Tonight's horror show more like.

tbf, I wasn't expecting much.


----------



## sealion (Mar 13, 2018)

mx wcfc said:


> Tonight's horror show more like.
> 
> tbf, I wasn't expecting much.


Looking at your remaining away games and they are tough. I think you will stumble to safety with some home draws.


----------



## sealion (Mar 15, 2018)

Cardiff City: Warnock says promotion pressure is on rivals
Steve Bruce: Aston Villa boss sees April as the 'defining month' in Championship race
Mick McCarthy: Ipswich Town manager has 'no intention' to leave the club
Diogo Jota: Wolves wait for news of forward's ankle injury


----------



## 1927 (Mar 18, 2018)

Can I just say thank you to QPR and Bolton. Wtf has happened to Villa? Seems like the team no one wanted to talk about and who have been hiding in plain sight all season may just pull this off!


----------



## mod (Mar 18, 2018)

1927 said:


> Can I just say thank you to QPR and Bolton.
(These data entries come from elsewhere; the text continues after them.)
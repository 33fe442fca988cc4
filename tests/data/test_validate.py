"""Validation: each rejection reason, the warnings, the no-arbitrage bounds checked
against textbook examples and reference pricers, and the legitimate quotes kept."""
from __future__ import annotations

import math

import numpy as np
import pytest
from hypothesis import given, settings
from hypothesis import strategies as st

from optbench.data.chain import load_chain
from optbench.data.validate import REASONS, WARNINGS, no_arbitrage_bounds

HEADER = "underlying,quote_date,underlying_price,expiry,strike,type,bid,ask,volume," \
         "open_interest,style,symbol"
# spot 100 on 2026-11-27, rate 5%, no dividend; one row per reason, by line number
ROWS = {
    "ok":                 "ZPHX,2026-11-27,100,2027-05-28,100,C,7.00,7.40,10,100,european,",
    "bad_symbol":         "ZPHX,2026-11-27,100,,,,7.00,7.40,10,100,european,ZPHX  27XX28C00100000",
    "missing_field":      "ZPHX,2026-11-27,100,2027-05-28,,C,7.00,7.40,10,100,european,",
    "bad_date":           "ZPHX,2026-11-27,100,2027-02-30,100,P,4.00,4.40,10,100,european,",
    "bad_number":         "ZPHX,2026-11-27,100,2027-05-28,10O,P,4.00,4.40,10,100,european,",
    "bad_type":           "ZPHX,2026-11-27,100,2027-05-28,105,X,4.00,4.40,10,100,european,",
    "bad_style":          "ZPHX,2026-11-27,100,2027-05-28,105,P,7.00,7.40,10,100,bermudan,",
    "symbol_mismatch":    "ZPHX,2026-11-27,100,2027-05-28,110,C,3.00,3.40,10,100,european,"
                          "ZPHX  270528C00115000",
    "ok_symbol":          ",2026-11-27,100,,,,3.00,3.40,10,100,european,ZPHX  270528C00110000",
    "other_underlying":   "ZPHXW,2026-11-27,100,2027-05-28,120,C,1.00,1.20,10,100,european,",
    "other_quote_date":   "ZPHX,2026-11-26,100,2027-05-28,125,C,1.00,1.20,10,100,european,",
    "nonpositive_strike": "ZPHX,2026-11-27,100,2027-05-28,0,C,99.0,99.4,10,100,european,",
    # a strike typed with three extra zeros: 1,000x spot, beyond the default factor 10
    "implausible_strike": "ZPHX,2026-11-27,100,2027-05-28,100000,P,5.00,5.10,10,100,european,",
    "expired":            "ZPHX,2026-11-27,100,2026-11-27,95,C,5.00,5.10,10,100,european,",
    "negative_quote":     "ZPHX,2026-11-27,100,2027-05-28,130,C,-0.10,0.40,10,100,european,",
    "crossed":            "ZPHX,2026-11-27,100,2027-05-28,90,P,2.00,1.80,10,100,european,",
    "no_bid":             "ZPHX,2026-11-27,100,2027-05-28,140,C,0,0.10,10,100,european,",
    "duplicate":          "ZPHX,2026-11-27,100,2027-05-28,100,C,7.05,7.35,10,100,european,",
    # a 6-month call struck at 60 is worth at least 100 - 60 e^{-0.05*0.5} = 41.48
    "below_intrinsic":    "ZPHX,2026-11-27,100,2027-05-28,60,C,38.0,39.0,10,100,european,",
    "above_upper_bound":  "ZPHX,2026-11-27,100,2027-05-28,80,C,100.5,101.5,10,100,european,",
    "wide_spread":        "ZPHX,2026-11-27,100,2027-05-28,95,P,1.00,4.00,10,100,european,",
    "stale":              "ZPHX,2026-11-27,100,2027-05-28,85,P,0.80,0.90,0,0,european,",
    "tiny_price":         "ZPHX,2026-11-27,100,2027-05-28,60,P,0.01,0.02,10,100,european,",
    "bad_optional":       "ZPHX,2026-11-27,100,2027-05-28,70,P,0.10,0.12,lots,100,european,",
}


@pytest.fixture(scope="module")
def chain(tmp_path_factory):
    path = tmp_path_factory.mktemp("reasons") / "chain.csv"
    path.write_text("\n".join([HEADER, *ROWS.values()]) + "\n")
    return load_chain(path, rate=0.05)


def _line(name: str) -> int:
    return list(ROWS).index(name) + 2  # header is line 1


def test_every_reason_is_exercised(chain):
    got = dict(zip(chain.rejected["line"], chain.rejected["reason"]))
    for reason in REASONS:
        assert got.get(_line(reason)) == reason, reason
    assert set(chain.quality.rejected) == set(REASONS)


def test_kept_rows_and_warnings(chain):
    kept = dict(zip(chain.quotes["line"], chain.quotes["warnings"]))
    for name in ("ok", "ok_symbol", "stale", "tiny_price", "bad_optional"):
        assert _line(name) in kept, name
    assert kept[_line("stale")] == "stale"
    assert kept[_line("tiny_price")] == "tiny_price"
    assert kept[_line("bad_optional")] == "bad_optional_field"
    assert kept[_line("ok")] == ""
    assert set(chain.quality.warnings) == set(WARNINGS)
    # the symbol filled expiry, strike and type of the row that gave only the symbol
    row = chain.quotes[chain.quotes["line"] == _line("ok_symbol")].iloc[0]
    assert row["strike"] == 110.0 and bool(row["is_call"])
    assert row["expiry"].date().isoformat() == "2027-05-28"


def test_counts_add_up_and_rejected_keeps_raw_fields(chain):
    q = chain.quality
    assert q.rows_in == len(ROWS)
    assert q.rows_in == q.rows_used + sum(q.rejected.values())
    assert len(chain.rejected) == sum(q.rejected.values())
    dup = chain.rejected[chain.rejected["reason"] == "duplicate"].iloc[0]
    assert dup["detail"] == f"same contract as line {_line('ok')}"
    assert str(dup["bid"]) == "7.05"  # the raw input field
    assert chain.rate_source == "caller" and chain.div_yield_source == "default"


def test_max_spread_limit_is_configurable(tmp_path):
    path = tmp_path / "c.csv"
    path.write_text("\n".join([HEADER, ROWS["wide_spread"]]) + "\n")
    # (4 - 1) / 2.5 = 120% of mid: rejected at the default limit (100%), kept at 150%
    assert load_chain(path).quality.rejected == {"wide_spread": 1}
    assert load_chain(path, max_spread=1.5).quality.rows_used == 1
    assert load_chain(path, max_spread=None).quality.rows_used == 1


# ---------------------------------------------------------------- bounds

def test_lower_bounds_match_hull_examples():
    # Hull, Options, Futures, and Other Derivatives, ch. 11 (from memory):
    # European call, S=51, K=50, T=0.5, r=12%: lower bound 51 - 50 e^{-0.06} = 3.91
    lo, hi = no_arbitrage_bounds(51.0, np.array([50.0]), np.array([0.5]), 0.12, 0.0,
                                 np.array([True]), np.array([False]))
    assert round(float(lo[0]), 2) == 3.91 and hi[0] == 51.0
    # European put, S=38, K=40, T=0.25, r=10%: lower bound 40 e^{-0.025} - 38 = 1.01
    lo, hi = no_arbitrage_bounds(38.0, np.array([40.0]), np.array([0.25]), 0.10, 0.0,
                                 np.array([False]), np.array([False]))
    assert round(float(lo[0]), 2) == 1.01
    assert math.isclose(hi[0], 40 * math.exp(-0.025))


@settings(max_examples=200, deadline=None)
@given(S=st.floats(5, 500), K=st.floats(5, 500), t=st.floats(0.01, 3.0),
       r=st.floats(-0.01, 0.10), q=st.floats(0.0, 0.06), sigma=st.floats(0.05, 1.5),
       call=st.booleans())
def test_bsm_prices_lie_within_bounds(S, K, t, r, q, sigma, call):
    # reference pricer: vollib's Black-Scholes-Merton (Haug 2007, §1.1.6)
    from vollib.black_scholes_merton import black_scholes_merton
    price = black_scholes_merton("c" if call else "p", S, K, t, r, sigma, q)
    lo, hi = no_arbitrage_bounds(S, np.array([K]), np.array([t]), r, q,
                                 np.array([call]), np.array([False]))
    assert lo[0] - 1e-9 * S <= price <= hi[0] + 1e-9 * S


def _quantlib_price(S, K, days, r, q, sigma, call, american):
    import QuantLib as ql
    today = ql.Date(27, 11, 2026)
    ql.Settings.instance().evaluationDate = today
    dc = ql.Actual365Fixed()
    payoff = ql.PlainVanillaPayoff(ql.Option.Call if call else ql.Option.Put, K)
    exercise = ql.AmericanExercise(today, today + days) if american \
        else ql.EuropeanExercise(today + days)
    option = ql.VanillaOption(payoff, exercise)
    process = ql.BlackScholesMertonProcess(
        ql.QuoteHandle(ql.SimpleQuote(S)),
        ql.YieldTermStructureHandle(ql.FlatForward(today, q, dc)),
        ql.YieldTermStructureHandle(ql.FlatForward(today, r, dc)),
        ql.BlackVolTermStructureHandle(ql.BlackConstantVol(today, ql.NullCalendar(),
                                                           sigma, dc)))
    option.setPricingEngine(ql.BinomialVanillaEngine(process, "crr", 800) if american
                            else ql.AnalyticEuropeanEngine(process))
    return option.NPV()


def test_deep_itm_european_put_below_intrinsic_is_kept(tmp_path):
    # reference pricer: QuantLib (analytic European and CRR binomial American engines)
    S, K, days, r, sigma = 50.0, 100.0, 365, 0.05, 0.20
    eu = _quantlib_price(S, K, days, r, 0.0, sigma, False, False)
    am = _quantlib_price(S, K, days, r, 0.0, sigma, False, True)
    assert eu < K - S <= am  # the European put is worth less than its intrinsic value
    rows = [f"2026-11-27,{S},2027-11-27,{K},P,{eu - 0.05:.2f},{eu + 0.05:.2f}"]
    path = tmp_path / "deep.csv"
    path.write_text("quote_date,underlying_price,expiry,strike,type,bid,ask\n" + rows[0] + "\n")
    assert load_chain(path, rate=r).quality.rows_used == 1
    # the same quote on an American put is below its (undiscounted) exercise value
    american = load_chain(path, rate=r, style="american")
    assert american.quality.rejected == {"below_intrinsic": 1}
    # and the American price from QuantLib is accepted as American
    path.write_text("quote_date,underlying_price,expiry,strike,type,bid,ask\n"
                    f"2026-11-27,{S},2027-11-27,{K},P,{am - 0.05:.2f},{am + 0.05:.2f}\n")
    assert load_chain(path, rate=r, style="american").quality.rows_used == 1


def test_dividend_yield_moves_the_call_bound(tmp_path):
    # a deep ITM European call on a dividend payer: S e^{-qt} - K e^{-rt} (Hull ch. 17)
    S, K, days, r, q, sigma = 100.0, 50.0, 730, 0.03, 0.05, 0.2
    price = _quantlib_price(S, K, days, r, q, sigma, True, False)
    path = tmp_path / "div.csv"
    path.write_text("quote_date,underlying_price,expiry,strike,type,bid,ask\n"
                    f"2026-11-27,{S},2028-11-26,{K},C,{price - 0.05:.2f},{price + 0.05:.2f}\n")
    assert load_chain(path, rate=r, div_yield=q).quality.rows_used == 1
    # ignoring the yield the same quote looks below S - K e^{-rt}: the yield matters
    assert load_chain(path, rate=r).quality.rejected == {"below_intrinsic": 1}


def test_first_of_contract_matches_pandas_grouping():
    """The first row of each contract key, NaN equal to NaN, NaT to NaT and -0.0 to
    0.0, against pandas' own grouping of the same columns
    (``DataFrame.groupby(..., dropna=False).ngroup()``, groups numbered by first
    appearance) on random keys; the factorize path (an object key) agrees too."""
    import pandas as pd

    from optbench.data.validate import first_of_contract
    rng = np.random.default_rng(20261204)
    for _ in range(300):
        n = int(rng.integers(1, 50))
        e = np.array(["2026-01-16", "2026-02-20", "NaT"],
                     dtype="datetime64[ns]")[rng.integers(0, 3, n)]
        k = np.array([0.0, -0.0, np.nan, 95.0, 100.0])[rng.integers(0, 5, n)]
        c = rng.integers(0, 2, n).astype(bool)
        m = np.array([100.0, 10.0, np.nan])[rng.integers(0, 3, n)]
        frame = pd.DataFrame({"e": e, "k": k + 0.0, "c": c, "m": m})
        group = frame.groupby(["e", "k", "c", "m"], dropna=False, sort=False).ngroup() \
            .to_numpy()
        first_row = np.array([np.flatnonzero(group == g)[0] for g in group])
        np.testing.assert_array_equal(first_of_contract(e, k, c, m), first_row)
        np.testing.assert_array_equal(first_of_contract(e, k, c, m.astype(object)),
                                      first_row)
Wtf has happened to Villa? Seems like the team no one wanted to talk about and who have been hiding in plain sight all season may just pull this off!



Don't count your welsh chickens yet matey. You've got some tough games ahead and as Villa have proved can start losing easily.

Fulham were fucking dreadful yesterday though. Luck to get the point. Anymore performances like that and yeah promotions yours.


----------



## mod (Mar 18, 2018)

Congrats again sealion on another fantastic win. You boys starting to believe yet? Fulham V Millwall in the play offs maybe.


----------



## sealion (Mar 18, 2018)

mod said:


> Congrats again sealion on another fantastic win.


Six away wins on the bounce too! I think we have equalled our record for consecutive away wins.


mod said:


> You boys starting to believe yet?


No  But we are officially safe and can't be relegated now  I think we have to beat boro, fulham, villa and shefield united to have any chance but i don't think boro will chuck it away now.


mod said:


> Fulham V Millwall in the play offs maybe.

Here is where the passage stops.